[Saved entries]
......

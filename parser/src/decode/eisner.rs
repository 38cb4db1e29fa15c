//! Eisner's (1996) O(n³) dynamic program for the best projective tree.
//!
//! Four charts over spans `[s, t]` of positions `0..=n` (Eisner 1996; the "complete / incomplete"
//! formulation of McDonald, Crammer & Pereira 2005):
//! - complete right `CR[s][t]`: `s` heads everything in `(s, t]`, `t`'s subtree is closed;
//! - complete left `CL[s][t]`: the mirror image, headed by `t`;
//! - incomplete right `IR[s][t]`: contains the arc `s → t`, with `t`'s right side still open;
//! - incomplete left `IL[s][t]`: contains the arc `t → s`.
//!
//! The spans are filled in two phases, because what makes a span cheap depends on its width.
//!
//! **Narrow spans** (width below [`NARROW`]) are most of a sentence's spans, and each needs only
//! a few terms, so any cost paid per span dominates them. They are computed a block of
//! [`LANES`] consecutive starts at a time, vectorized *across spans*. With `w = t − s` and the
//! split's offset `k = r − s`, every recurrence's left operand is a span starting at `s` and its
//! right operand a span ending at `t`, so the narrow spans are also kept in tables indexed by
//! (width, start) and (width, end), where a block's operands are contiguous runs of `LANES`
//! doubles and its maxima stay in vector registers: no reduction and no set-up per span. Blocks
//! go from the last start to the first and, within a block, widths upwards: a span needs only
//! narrower spans starting at or after its start. The rows a block reads stay in the first-level
//! cache while its widths grow — which is also why the phase stops at [`NARROW`]: beyond it they
//! no longer fit, and the second phase's access pattern is the better one.
//!
//! **Wide spans** are computed one at a time, right end outermost and start descending, each
//! max over split points `r` being one contiguous max-plus reduction (see [`super::max_plus`])
//! over two rows, laid out so that both are contiguous:
//!
//! | recurrence | left operand | right operand |
//! |---|---|---|
//! | `IR/IL[s][t] = max_r CR[s][r] + CL[r+1][t]` | row `s` of `CR` | row `t` of `CLᵀ` |
//! | `CR[s][t] = max_r IR[s][r] + CR[r][t]` | row `s` of `IR` | row `t` of `CRᵀ` |
//! | `CL[s][t] = max_r CL[s][r] + IL[r][t]` | row `s` of `CL` | row `t` of `ILᵀ` |
//!
//! so each chart that is read down a column is also kept transposed; the rows `t` stay in cache
//! for the whole inner loop. The first phase writes its spans into these charts too.
//!
//! Every chart value is a max of single additions of other chart values, so neither phase's
//! order of taking the maximum changes it. No back-pointers are stored: the back-trace
//! recomputes the O(n) split points it needs (O(n²) in total) with the same additions, taking
//! the smallest split point that reaches the maximum.
//!
//! Root: position 0 never receives an arc. With [`RootConstraint::SingleRoot`], the incomplete
//! spans `IR[0][t]` may only be built with the split `r = 0`, i.e. the root takes exactly one
//! child (the standard single-root adaptation; see Zmigrod, Vieira & Cotterell 2020, §2).

use super::kernel::{has_avx2, max_plus_inline};

/// Spans narrower than this are computed in blocks across starts (the first phase).
const NARROW: usize = 48;

/// Starts computed together in the first phase: two AVX2 vectors of doubles.
const LANES: usize = 8;
use super::{RootConstraint, ScoreMatrix};

/// The six charts of one sentence and the first phase's six narrow tables, as views into one
/// buffer.
#[derive(Debug)]
pub(crate) struct Charts<'a> {
    side: usize,
    complete_right: &'a mut [f64],
    complete_right_t: &'a mut [f64],
    complete_left: &'a mut [f64],
    complete_left_t: &'a mut [f64],
    incomplete_right: &'a mut [f64],
    incomplete_left_t: &'a mut [f64],
    narrow: NarrowTables<'a>,
}

/// The narrow spans by (width, start) and by (width, end): row `w` holds the spans of width
/// `w`, rows padded by [`LANES`] columns for the lanes past the sentence's end.
#[derive(Debug)]
struct NarrowTables<'a> {
    /// Length of a row: `side + LANES`.
    row: usize,
    complete_right_by_start: &'a mut [f64],
    complete_right_by_end: &'a mut [f64],
    complete_left_by_start: &'a mut [f64],
    complete_left_by_end: &'a mut [f64],
    incomplete_right_by_start: &'a mut [f64],
    incomplete_left_by_end: &'a mut [f64],
    /// `score(s, t)` of the narrow spans by start, −∞ past the end.
    right_arc_by_start: &'a mut [f64],
    /// `score(t, s)` of the narrow spans by end, −∞ past the end.
    left_arc_by_end: &'a mut [f64],
}

/// Doubles of one narrow table for `side` positions.
fn narrow_len(side: usize) -> usize {
    side.min(NARROW) * (side + LANES)
}

/// Doubles of chart memory for `side` positions.
fn buffer_len(side: usize) -> usize {
    6 * side * side + 8 * narrow_len(side)
}

impl<'a> Charts<'a> {
    /// Splits `buffer` (at least [`buffer_len`] doubles) into the charts.
    fn new(buffer: &'a mut [f64], side: usize) -> Self {
        let size = side * side;
        let (complete_right, rest) = buffer.split_at_mut(size);
        let (complete_right_t, rest) = rest.split_at_mut(size);
        let (complete_left, rest) = rest.split_at_mut(size);
        let (complete_left_t, rest) = rest.split_at_mut(size);
        let (incomplete_right, rest) = rest.split_at_mut(size);
        let (incomplete_left_t, rest) = rest.split_at_mut(size);
        let narrow = narrow_len(side);
        let (complete_right_by_start, rest) = rest.split_at_mut(narrow);
        let (complete_right_by_end, rest) = rest.split_at_mut(narrow);
        let (complete_left_by_start, rest) = rest.split_at_mut(narrow);
        let (complete_left_by_end, rest) = rest.split_at_mut(narrow);
        let (incomplete_right_by_start, rest) = rest.split_at_mut(narrow);
        let (incomplete_left_by_end, rest) = rest.split_at_mut(narrow);
        let (right_arc_by_start, rest) = rest.split_at_mut(narrow);
        let left_arc_by_end = &mut rest[..narrow];
        Charts {
            side,
            complete_right,
            complete_right_t,
            complete_left,
            complete_left_t,
            incomplete_right,
            incomplete_left_t,
            narrow: NarrowTables {
                row: side + LANES,
                complete_right_by_start,
                complete_right_by_end,
                complete_left_by_start,
                complete_left_by_end,
                incomplete_right_by_start,
                incomplete_left_by_end,
                right_arc_by_start,
                left_arc_by_end,
            },
        }
    }

    /// Span `[s, t]` of `chart`, from whichever phase computed it: a narrow span from its
    /// narrow table, a wide one from its row chart (`IL` is kept transposed).
    fn value(&self, chart: Chart, s: usize, t: usize) -> f64 {
        let w = t - s;
        let n = &self.narrow;
        if w < NARROW {
            let (table, column) = match chart {
                Chart::CompleteRight => (&n.complete_right_by_start, s),
                Chart::CompleteLeft => (&n.complete_left_by_start, s),
                Chart::IncompleteRight => (&n.incomplete_right_by_start, s),
                Chart::IncompleteLeft => (&n.incomplete_left_by_end, t),
            };
            return table[w * n.row + column];
        }
        match chart {
            Chart::CompleteRight => self.complete_right[s * self.side + t],
            Chart::CompleteLeft => self.complete_left[s * self.side + t],
            Chart::IncompleteRight => self.incomplete_right[s * self.side + t],
            Chart::IncompleteLeft => self.incomplete_left_t[t * self.side + s],
        }
    }
}

/// The four charts, for the back-trace's reads.
#[derive(Clone, Copy)]
enum Chart {
    CompleteRight,
    CompleteLeft,
    IncompleteRight,
    IncompleteLeft,
}

thread_local! {
    /// Chart memory kept per thread between sentences. Every cell the fill or the back-trace
    /// reads is written first (spans are built from narrower spans only), so a reused buffer
    /// needs no clearing: decoding a sentence costs no allocation, no zeroing and no page
    /// faults. The buffer keeps the size of the longest sentence seen: at most 6 × 513² doubles
    /// and 8 × 48 × 521 for the narrow tables (14.2 MB) per parsing thread.
    static CHART_MEMORY: std::cell::RefCell<Vec<f64>> = const { std::cell::RefCell::new(Vec::new()) };
}

/// Runs `work` on charts for `side` positions, in this thread's reusable buffer.
fn with_charts<T>(side: usize, work: impl FnOnce(&mut Charts<'_>) -> T) -> T {
    CHART_MEMORY.with(|memory| {
        // A re-entrant call (not made today) gets a fresh buffer rather than a panic.
        let mut fresh = Vec::new();
        let mut borrowed = memory.try_borrow_mut().ok();
        let buffer = match borrowed.as_deref_mut() {
            Some(buffer) => buffer,
            None => &mut fresh,
        };
        if buffer.len() < buffer_len(side) {
            buffer.resize(buffer_len(side), 0.0);
        }
        let mut charts = Charts::new(buffer, side);
        work(&mut charts)
    })
}

/// Best projective tree: `heads[m]` for `m` in `1..=n` (`heads[0] = 0`).
pub fn decode(scores: &ScoreMatrix, root: RootConstraint) -> Vec<usize> {
    with_charts(scores.side(), |charts| {
        fill(charts, scores, root);
        backtrace(charts, scores, root)
    })
}

/// Score of the best projective tree, without the back-trace.
pub fn best_score(scores: &ScoreMatrix, root: RootConstraint) -> f64 {
    with_charts(scores.side(), |charts| {
        fill(charts, scores, root);
        charts.complete_right[scores.words()]
    })
}

fn fill(charts: &mut Charts<'_>, scores: &ScoreMatrix, root: RootConstraint) {
    let side = scores.side();
    // The one-position spans of the row charts, read only by the wide phase (a short sentence
    // touches none of that memory).
    if side > NARROW {
        for s in 0..side {
            let diagonal = s * side + s;
            charts.complete_right[diagonal] = 0.0;
            charts.complete_right_t[diagonal] = 0.0;
            charts.complete_left[diagonal] = 0.0;
            charts.complete_left_t[diagonal] = 0.0;
        }
    }
    #[cfg(target_arch = "x86_64")]
    if has_avx2() {
        // SAFETY: the CPU supports AVX2 (checked above).
        #[allow(unsafe_code)] // calling a #[target_feature] function after runtime detection
        unsafe {
            fill_avx2(charts, scores, root)
        };
        return;
    }
    fill_inline(charts, scores, root);
}

#[cfg(target_arch = "x86_64")]
#[target_feature(enable = "avx2")]
fn fill_avx2(charts: &mut Charts<'_>, scores: &ScoreMatrix, root: RootConstraint) {
    fill_inline(charts, scores, root)
}

#[inline(always)]
fn fill_inline(charts: &mut Charts<'_>, scores: &ScoreMatrix, root: RootConstraint) {
    let side = charts.side;
    let single_root = root == RootConstraint::SingleRoot;
    fill_narrow(charts, scores, single_root);
    let Charts {
        complete_right: cr,
        complete_right_t: cr_t,
        complete_left: cl,
        complete_left_t: cl_t,
        incomplete_right: ir,
        incomplete_left_t: il_t,
        ..
    } = charts;
    // Right end outermost, start descending: every wide span (s, t) needs only narrow spans and
    // wide spans ending before t or starting after s, and the transposed rows `t` it reads stay
    // in cache for the whole inner loop.
    for t in NARROW..side {
        for s in (0..=t - NARROW).rev() {
            // Incomplete spans: split r in s..t, CR[s][r] + CL[r+1][t].
            let inner = if s == 0 && single_root {
                cr[0] + cl_t[t * side + 1]
            } else {
                max_plus_inline(
                    &cr[s * side + s..s * side + t],
                    &cl_t[t * side + s + 1..t * side + t + 1],
                )
            };
            ir[s * side + t] = inner + scores.get(s, t);
            // Arcs into the root do not exist (the score is −∞ already); keep the chart honest.
            il_t[t * side + s] = if s == 0 {
                f64::NEG_INFINITY
            } else {
                inner + scores.get(t, s)
            };

            // Complete right: r in s+1..=t, IR[s][r] + CR[r][t].
            let right = max_plus_inline(
                &ir[s * side + s + 1..s * side + t + 1],
                &cr_t[t * side + s + 1..t * side + t + 1],
            );
            cr[s * side + t] = right;
            cr_t[t * side + s] = right;

            // Complete left: r in s..t, CL[s][r] + IL[r][t].
            let left = max_plus_inline(
                &cl[s * side + s..s * side + t],
                &il_t[t * side + s..t * side + t],
            );
            cl[s * side + t] = left;
            cl_t[t * side + s] = left;
        }
    }
}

......

▶ **Exercise prompt**
Using the entries above, repeat only the lines from the one containing "fill_inline(charts, scores, root);" through the one containing "#[inline(always)]", end lines included.

▶ **Completed exercise**
    fill_inline(charts, scores, root);
}

#[cfg(target_arch = "x86_64")]
#[target_feature(enable = "avx2")]
fn fill_avx2(charts: &mut Charts<'_>, scores: &ScoreMatrix, root: RootConstraint) {
    fill_inline(charts, scores, root)
}

#[inline(always)]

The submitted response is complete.